§ **Task instructions**:
Report all lines of the records that contain "solution".

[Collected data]
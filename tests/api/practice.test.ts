import { randomUUID } from 'node:crypto';
import { eq } from 'drizzle-orm';
import { afterAll, beforeAll, describe, expect, test } from 'vitest';
import { ability, answer, slipCount, topicLevel } from '../../server/db/schema/practice.ts';
import type { LevelView, ProblemView, ProgressView } from '../../shared/contracts/practice.ts';
import { roundedAnswer } from '../../server/problems/answer-text.ts';
import { partsGivenEarlier } from '../../server/problems/engine.ts';
import type { NumberPart } from '../../server/problems/family.ts';
import type { PartKey } from '../../shared/vocabulary.ts';
import { signedInPerson, type SignedIn } from '../support/factories.ts';
import { nextProblem, replyOf, rightResponse, secretProblem, send, startDrill } from '../support/practice.ts';
import { startApp, type TestApp, type TestClient } from '../support/start-app.ts';

let app: TestApp;
beforeAll(async () => {
  app = await startApp();
});
afterAll(() => app.close());

async function trainee(): Promise<{ person: SignedIn; client: TestClient }> {
  const person = await signedInPerson(app);
  return { person, client: app.as(person.cookie) };
}
const rowsOf = (userId: string) =>
  app.database.db.select().from(answer).where(eq(answer.userId, userId)).orderBy(answer.id);

describe('working a problem', () => {
  test('a slip is named, a retry is recorded but does not count, and the level moves once', async () => {
    const { person, client } = await trainee();
    const { shown } = await startDrill(client, ['area'], 1);
    const problem = await secretProblem(app.database, person.id, shown.id);
    const slip = problem.slips[0];
    if (!slip) throw new Error('a tier-1 area problem without slips');
    const wrong = replyOf(
      await send(client, {
        id: shown.id,
        part: slip.part,
        response: { kind: 'number', text: slip.value.toFraction() },
      }),
    );
    const attempt = wrong.parts[0]?.attempts[0];
    expect(attempt).toMatchObject({ verdict: 'slip', slip: slip.key, counts: true });
    expect(attempt?.headline).not.toBe('');
    expect(wrong.level).toMatchObject({ topic: 'area', answers: 1, state: 'not-started', fill: null });
    const before = await app.database.db.select().from(ability).where(eq(ability.userId, person.id));

    const right = replyOf(
      await send(client, { id: shown.id, part: slip.part, response: rightResponse(problem, slip.part) }),
    );
    expect(right.parts[0]?.attempts[1]).toMatchObject({ verdict: 'right', counts: false });
    expect(right.state).toBe('done');
    const done = (await client.get(`/api/problems/${shown.id}`)).body as ProblemView;
    expect(done.working?.length).toBeGreaterThan(0);
    const after = await app.database.db.select().from(ability).where(eq(ability.userId, person.id));
    expect(after[0]).toMatchObject({ mean: before[0]?.mean, variance: before[0]?.variance });
    expect((await rowsOf(person.id)).map((row) => [row.verdict, row.isFirst, row.attempt])).toEqual([
      ['slip', true, 1],
      ['right', false, 2],
    ]);
    const slips = await app.database.db.select().from(slipCount).where(eq(slipCount.userId, person.id));
    expect(slips).toMatchObject([{ slip: slip.key, times: 1 }]);
  });

  test('the same press sent five times at once is one record, and every reply shows it', async () => {
    const { person, client } = await trainee();
    const { shown } = await startDrill(client, ['area'], 1);
    const problem = await secretProblem(app.database, person.id, shown.id);
    const key = randomUUID();
    const response = rightResponse(problem, 'a');
    const replies = await Promise.all(
      Array.from({ length: 5 }, () => send(client, { id: shown.id, part: 'a', response, key })),
    );
    expect(replies.map((reply) => reply.status)).toEqual([200, 200, 200, 200, 200]);
    for (const reply of replies) expect(replyOf(reply).parts[0]?.attempts).toHaveLength(1);
    expect(await rowsOf(person.id)).toHaveLength(1);
    const levels = await app.database.db.select().from(topicLevel).where(eq(topicLevel.userId, person.id));
    expect(levels).toMatchObject([{ topic: 'area', answers: 1, right: 1 }]);
  });

  test('five different presses at once on one part: one is first, none is lost', async () => {
    const { person, client } = await trainee();
    const { shown } = await startDrill(client, ['area'], 1);
    const texts = ['1', '2', '3', '4', '5'];
    const replies = await Promise.all(
      texts.map((text) => send(client, { id: shown.id, part: 'a', response: { kind: 'number', text } })),
    );
    expect(replies.map((reply) => reply.status)).toEqual([200, 200, 200, 200, 200]);
    const rows = await rowsOf(person.id);
    expect(rows.map((row) => row.attempt).sort((a, b) => a - b)).toEqual([1, 2, 3, 4, 5]);
    expect(rows.filter((row) => row.isFirst)).toHaveLength(1);
  });

  test('an entry that cannot be read gets the reason and is no attempt', async () => {
    const { person, client } = await trainee();
    const { shown } = await startDrill(client, ['area'], 1);
    for (const [text, code] of [
      ['', 'empty'],
      ['abc', 'no-number'],
      ['3/0', 'zero-denominator'],
      ['1 2', 'two-numbers'],
    ] as const) {
      const reply = replyOf(await send(client, { id: shown.id, part: 'a', response: { kind: 'number', text } }));
      expect(reply.unreadable).toMatchObject({ code });
      expect(reply.unreadable?.message).not.toBe('');
      expect(reply.level).toBeNull();
      expect(reply.parts[0]?.attempts).toEqual([]);
    }
    expect(await rowsOf(person.id)).toEqual([]);
  });

  test('hints come in order, are counted, and weaken what a right answer proves', async () => {
    const { person, client } = await trainee();
    const { shown } = await startDrill(client, ['area'], 1);
    expect((await client.post(`/api/problems/${shown.id}/parts/a/hints`, { number: 2 })).body).toMatchObject({
      code: 'out-of-turn',
    });
    for (const number of [1, 1, 2]) {
      const reply = await client.post(`/api/problems/${shown.id}/parts/a/hints`, { number });
      expect((reply.body as ProblemView).parts[0]?.hints.length).toBe(number);
    }
    const problem = await secretProblem(app.database, person.id, shown.id);
    await send(client, { id: shown.id, part: 'a', response: rightResponse(problem, 'a') });
    expect(await rowsOf(person.id)).toMatchObject([{ hints: 2, verdict: 'right' }]);
    const plain = await trainee();
    const other = await startDrill(plain.client, ['area'], 1);
    const secret = await secretProblem(app.database, plain.person.id, other.shown.id);
    await send(plain.client, { id: other.shown.id, part: 'a', response: rightResponse(secret, 'a') });
    const mean = async (userId: string) =>
      (await app.database.db.select().from(ability).where(eq(ability.userId, userId)))[0]?.mean ?? 0;
    expect(await mean(person.id)).toBeGreaterThan(0);
    expect(await mean(person.id)).toBeLessThan(await mean(plain.person.id));
  });

  test('showing the worked solution closes the open parts as not answered', async () => {
    const { person, client } = await trainee();
    const { shown } = await startDrill(client, ['rate'], 2);
    const reply = (await client.post(`/api/problems/${shown.id}/solution`)).body as ProblemView;
    expect(reply.state).toBe('done');
    expect(reply.working?.length).toBeGreaterThan(0);
    expect(reply.parts.every((part) => part.answerText !== null)).toBe(true);
    const rows = await rowsOf(person.id);
    expect(rows.length).toBe(shown.parts.length);
    expect(rows.every((row) => row.verdict === 'blank' && row.isFirst)).toBe(true);
    const again = await client.post(`/api/problems/${shown.id}/solution`);
    expect(again.status).toBe(200);
    expect(await rowsOf(person.id)).toHaveLength(rows.length);
    const late = await send(client, { id: shown.id, part: 'a', response: { kind: 'number', text: '5' } });
    expect(late.status).toBe(409);
    expect(late.body).toMatchObject({ code: 'part-closed' });
  });

  test('another like it has the same family and tier and other numbers', async () => {
    const { person, client } = await trainee();
    const { shown } = await startDrill(client, ['rate'], 2);
    const reply = await client.post(`/api/problems/${shown.id}/another`);
    expect(reply.status).toBe(201);
    const other = reply.body as ProblemView;
    const [one, two] = await Promise.all([shown.id, other.id].map((id) => secretProblem(app.database, person.id, id)));
    expect(two?.key).toMatchObject({ family: one?.key.family, tier: one?.key.tier });
    expect(two?.key.seed).not.toBe(one?.key.seed);
  });

  test('levels and progress tell what was done', async () => {
    const { person, client } = await trainee();
    const { drill } = await startDrill(client, ['area'], 1);
    for (let place = 1; place <= 5; place += 1) {
      const shown = await nextProblem(client, drill.id);
      expect(shown.drill).toEqual({ id: drill.id, position: place, length: 5 });
      const problem = await secretProblem(app.database, person.id, shown.id);
      for (const part of shown.parts)
        await send(client, { id: shown.id, part: part.key, response: rightResponse(problem, part.key) });
    }
    expect((await client.post(`/api/drills/${drill.id}/next`)).body).toMatchObject({ code: 'drill-done' });
    const levels = (await client.get('/api/levels')).body as LevelView[];
    expect(levels).toHaveLength(18);
    const area = levels.find((level) => level.topic === 'area');
    expect(area).toMatchObject({ state: 'filling', tiers: [1, 2, 3] });
    expect(area?.fill).toBeGreaterThan(0.6);
    expect(levels.find((level) => level.topic === 'law')).toMatchObject({
      state: 'not-started',
      fill: null,
      tiers: [],
    });
    const progress = (await client.get('/api/progress')).body as ProgressView;
    expect(progress).toMatchObject({ answered: 5, right: 5, slips: [] });
    expect(progress.days).toHaveLength(1);
    expect(progress.seconds).toBe(60);
  });
});

describe('parts in their order', () => {
  test('a later part waits for the first; going on closes the one before, and the own wrong answer is carried', async () => {
    const { person, client } = await trainee();
    const { shown } = await startDrill(client, ['rate'], 2);
    const problem = await secretProblem(app.database, person.id, shown.id);
    const early = await send(client, { id: shown.id, part: 'b', response: rightResponse(problem, 'b') });
    expect(early.status).toBe(409);
    expect(early.body).toMatchObject({ code: 'out-of-turn' });
    expect(await rowsOf(person.id)).toEqual([]);
    const slip = problem.slips.find((live) => live.part === 'a');
    if (!slip) throw new Error('no slip in part a');
    await send(client, { id: shown.id, part: 'a', response: { kind: 'number', text: slip.value.toFraction() } });
    const own = partsGivenEarlier(problem, {
      a: { value: slip.value, unit: (problem.parts[0] as NumberPart).answer.unit },
    })[1] as NumberPart;
    const response = { kind: 'number' as const, text: roundedAnswer(own).en };
    const reply = replyOf(await send(client, { id: shown.id, part: 'b', response }));
    expect(reply.parts[1]?.attempts).toMatchObject([{ verdict: 'carried' }]);
    expect(reply.parts[0]).toMatchObject({
      state: 'closed',
      answerText: roundedAnswer(problem.parts[0] as NumberPart).en,
    });
    const late = await send(client, { id: shown.id, part: 'a', response: rightResponse(problem, 'a') });
    expect(late.body).toMatchObject({ code: 'part-closed' });
  });
});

§ **Reply to the task**:
  test('showing the worked solution closes the open parts as not answered', async () => {
    const reply = (await client.post(`/api/problems/${shown.id}/solution`)).body as ProblemView;
    const again = await client.post(`/api/problems/${shown.id}/solution`);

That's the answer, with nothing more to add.